La rédaction en grève du JDD en passe de battre le "triste record" d'i-Télé
La rédaction du JDD doit entrer ce week-end dans son deuxième mois de grève, surpassant le mouvement de 31 jours mené en vain par les journalistes d'i-Télé en 2016, mobilisés comme elle contre...
La rédaction du JDD doit entrer ce week-end dans son deuxième mois de grève, surpassant le mouvement de 31 jours mené en vain par les journalistes d'i-Télé en 2016, mobilisés comme elle contre les ingérences présumées du milliardaire Vincent Bolloré.
"On préférerait ne pas avoir à battre ce record-là", avait déploré récemment auprès de l'AFP Sarah Paillou, journaliste du JDD, en référence à la plus longue grève jamais connue par une chaîne privée en France.
"Mais je suis impressionnée par la capacité de résistance de la rédaction", avait ajouté la reporter, dont le journal sera absent des kiosques pour le cinquième dimanche d'affilée. Un fait inédit en 75 ans d'existence.
Vendredi, la rédaction a, comme chaque jour depuis le 22 juin, voté massivement la poursuite de sa grève pour empêcher l'arrivée à sa tête de Geoffroy Lejeune, l'ancien directeur du magazine d'extrême droite Valeurs Actuelles, et réclamer des garanties d'indépendance juridique et éditoriale.
Beaucoup voient dans la nomination de M. Lejeune la main du milliardaire ultra-conservateur Vincent Bolloré, dont le groupe Vivendi doit absorber Lagardère, propriétaire du JDD, de Paris Match et d'Europe 1.
enjeu démocratique
La situation du JDD rappelle ainsi les grèves d'Europe 1 en 2021 et d'I-Télé (devenu CNews, propriété de Vivendi), en 2016, conclues à chaque fois par des départs massifs.
De quoi remettre à l'agenda politique la question de l'indépendance des médias.
Des députés de huit groupes politiques (hors RN et LR) ont notamment présenté mercredi une proposition de loi sur le sujet, tandis que l'Elysée a officialisé le lancement en septembre d'états généraux de l'information, attendus depuis un an.
"C'est important pour nous" parce qu'il s'agit d'un "enjeu démocratique", avait commenté une journaliste, sous couvert d'anonymat, en marge d'un rassemblement de soutien qui a réuni mercredi une centaine de personnes, dont des représentants politiques et syndicaux, près du Palais-Bourbon.

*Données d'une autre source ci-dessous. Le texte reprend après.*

/// The XML attributes of a start tag, scanned by hand: `name = "value"` pairs, either quote.
///
/// A dedicated scanner is several times faster than a general attribute iterator on the
/// two-attribute elements that make up nearly all of an XES file. It checks what matters for
/// well-formedness here: a name, `=`, a closed quote, no `<` in a value, whitespace between
/// attributes.
struct RawAttrs<'a> {
    s: &'a [u8],
    i: usize,
}

/// An XML attribute name and its raw (undecoded) value.
type NameValue<'a> = (&'a [u8], &'a [u8]);

impl<'a> RawAttrs<'a> {
    fn new(e: &'a BytesStart<'_>) -> Self {
        RawAttrs {
            s: e.attributes_raw(),
            i: 0,
        }
    }

    fn skip_ws(&mut self) {
        while self.s.get(self.i).is_some_and(u8::is_ascii_whitespace) {
            self.i += 1;
        }
    }

    /// The next `(name, raw value)`, `Ok(None)` at the end.
    fn next_attr(&mut self) -> Result<Option<NameValue<'a>>, &'static str> {
        self.skip_ws();
        let s = self.s;
        if self.i >= s.len() {
            return Ok(None);
        }
        let start = self.i;
        while s
            .get(self.i)
            .is_some_and(|&b| b != b'=' && !b.is_ascii_whitespace())
        {
            self.i += 1;
        }
        let name = &s[start..self.i];
        self.skip_ws();
        if s.get(self.i) != Some(&b'=') {
            return Err("an attribute without '=value'");
        }
        if name.is_empty() {
            return Err("an attribute without a name");
        }
        self.i += 1;
        self.skip_ws();
        let q = match s.get(self.i) {
            Some(&q @ (b'"' | b'\'')) => q,
            _ => return Err("an attribute value without quotes"),
        };
        let vstart = self.i + 1;
        let len = memchr::memchr2(q, b'<', &s[vstart..])
            .ok_or("an attribute value whose quote is not closed")?;
        if s[vstart + len] == b'<' {
            return Err("a '<' inside an attribute value (it must be written &lt;)");
        }
        let value = &s[vstart..vstart + len];
        self.i = vstart + len + 1;
        if s.get(self.i).is_some_and(|b| !b.is_ascii_whitespace()) {
            return Err("no whitespace between two attributes");
        }
        Ok(Some((name, value)))
    }
}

Mais "le sauvetage ne viendra pas du politique en ce qui concerne notre cas particulier", avait-elle concédé, invoquant le "tempo" trop lent de la législation.
Pour l'instant, les grévistes interrogés assurent n'avoir "aucune information" sur un dispositif de sorties individuelles, issue probable au regard des précédents conflits ayant opposé des rédactions au "rouleau compresseur" Bolloré.

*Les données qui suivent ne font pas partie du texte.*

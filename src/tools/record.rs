//! `bandwatch record`: stores a raw stream exactly as received, for replay
//! or for a bug report. UDP datagrams are written back to back (each is a
//! whole BWF1 frame, so the file is a valid BWF1 stream).

use std::path::Path;
use std::time::Duration;

use tokio::io::{AsyncReadExt, AsyncWriteExt};
use tokio::net::{TcpListener, TcpStream, UdpSocket};
use tokio_serial::SerialPortBuilderExt;

use crate::tools::Endpoint;

#[derive(Debug, Clone, Default, PartialEq, Eq, serde::Serialize)]
pub struct RecordReport {
    pub bytes: u64,
    /// Reads (stream) or datagrams (UDP).
    pub reads: u64,
}

#[derive(Debug, thiserror::Error)]
pub enum RecordError {
    #[error("cannot open {what}: {source}")]
    Open {
        what: String,
        #[source]
        source: std::io::Error,
    },
    #[error("reading {what} failed: {source}")]
    Read {
        what: String,
        #[source]
        source: std::io::Error,
    },
    #[error("writing {path} failed: {source}")]
    Write {
        path: String,
        #[source]
        source: std::io::Error,
    },
}

enum Input {
    Stream(Box<dyn tokio::io::AsyncRead + Unpin + Send>),
    Udp(UdpSocket),
}

/// Records from `from` into `out` until `seconds` pass, the peer closes, or
/// `stop` resolves.
pub async fn record<F>(
    from: &Endpoint,
    out: &Path,
    seconds: Option<f64>,
    stop: F,
) -> Result<RecordReport, RecordError>
where
    F: std::future::Future<Output = ()>,
{
    let what = format!("{from:?}");
    let open_err = |source| RecordError::Open {
        what: what.clone(),
        source,
    };
    let mut input = match from {
        Endpoint::Tcp(a) => Input::Stream(Box::new(
            TcpStream::connect(a.as_str()).await.map_err(open_err)?,
        )),
        Endpoint::TcpServe(a) => {
            let l = TcpListener::bind(a.as_str()).await.map_err(open_err)?;
            let (s, _) = l.accept().await.map_err(open_err)?;
            Input::Stream(Box::new(s))
        }
        Endpoint::Udp(a) => Input::Udp(UdpSocket::bind(a.as_str()).await.map_err(open_err)?),
        Endpoint::Serial(p) => Input::Stream(Box::new(
            tokio_serial::new(p.as_str(), 115_200)
                .open_native_async()
                .map_err(|e| open_err(std::io::Error::other(e.to_string())))?,
        )),
    };
    let path = out.display().to_string();
    let write_err = |source| RecordError::Write {
        path: path.clone(),
        source,
    };
    let mut file = tokio::fs::File::create(out).await.map_err(write_err)?;
    let mut report = RecordReport::default();
    let mut buf = vec![0u8; 65_536];
    let deadline = seconds.map(|s| tokio::time::Instant::now() + Duration::from_secs_f64(s));
    let until = async move {
        match deadline {
            Some(d) => tokio::time::sleep_until(d).await,
            None => std::future::pending().await,
        }
    };
    tokio::pin!(until);
    tokio::pin!(stop);
    loop {
        let n = match &mut input {
            Input::Stream(s) => tokio::select! {
                r = s.read(&mut buf) => r,
                _ = &mut until => break,
                _ = &mut stop => break,
            },
            Input::Udp(s) => tokio::select! {
                r = s.recv(&mut buf) => r,
                _ = &mut until => break,
                _ = &mut stop => break,
            },
        }
        .map_err(|source| RecordError::Read {
            what: what.clone(),
            source,
        })?;
        if n == 0 {
            break;
        }
        file.write_all(&buf[..n]).await.map_err(write_err)?;
        report.bytes += n as u64;
        report.reads += 1;
    }
    file.flush().await.map_err(write_err)?;
    file.sync_all().await.map_err(write_err)?;
    Ok(report)
}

Des discussions sont, en revanche, en cours autour d'une charte, au coeur des garanties d'indépendance réclamées par les grévistes.
lourdes pertes
Sollicité par la rédaction pour la conception de ce texte, l'avocat Jean-Pierre Mignard réfléchit à "l'organisation d'une procédure de désignation (d'un directeur de rédaction) commune à l'actionnaire et aux journalistes", explique-t-il à l'AFP.
"Cela me semble mille fois plus intelligent, si un patron veut le succès de son entreprise", assure-t-il.
Pas sûr que les intérêts économiques priment dans ce bras de fer. Selon une évaluation interne, rapportée par un journaliste qui a souhaité rester anonyme, l'arrivée de Geoffroy Lejeune, soutien d'Eric Zemmour à l'élection présidentielle, pourrait faire perdre 60% de revenus publicitaires au titre et se traduire par un effondrement des ventes.
Le coût de la grève pèse déjà lourd: chaque non-parution du journal entraînerait 500.000 euros de pertes, d'après un chiffre dévoilé par le quotidien Le Monde et évoqué par "une membre de la régie publicitaire en tout début de mobilisation", a dit à l'AFP le journaliste du JDD, Guillaume Caire.
Les grévistes, qui découvriront ce mois-ci l'impact du mouvement sur leur fiche de paie, pourront commencer à puiser dans une caisse de grève de plus de 70.000 euros, avait affirmé dans la semaine Sarah Paillou.
Difficile de savoir quand sortira le prochain numéro du JDD.
Geoffroy Lejeune, qui doit succéder à Jérôme Béglé, attendu le 1er août à la tête de Paris Match, n'a pas encore eu l'occasion de voir comment fonctionnait la rédaction.
S'il a été aperçu dansant début juillet à un pot dans les locaux de Lagardère, les festivités initialement prévues le 10 septembre pour la sortie du 4.000e numéro du JDD ont elles déjà été annulées, selon un journaliste.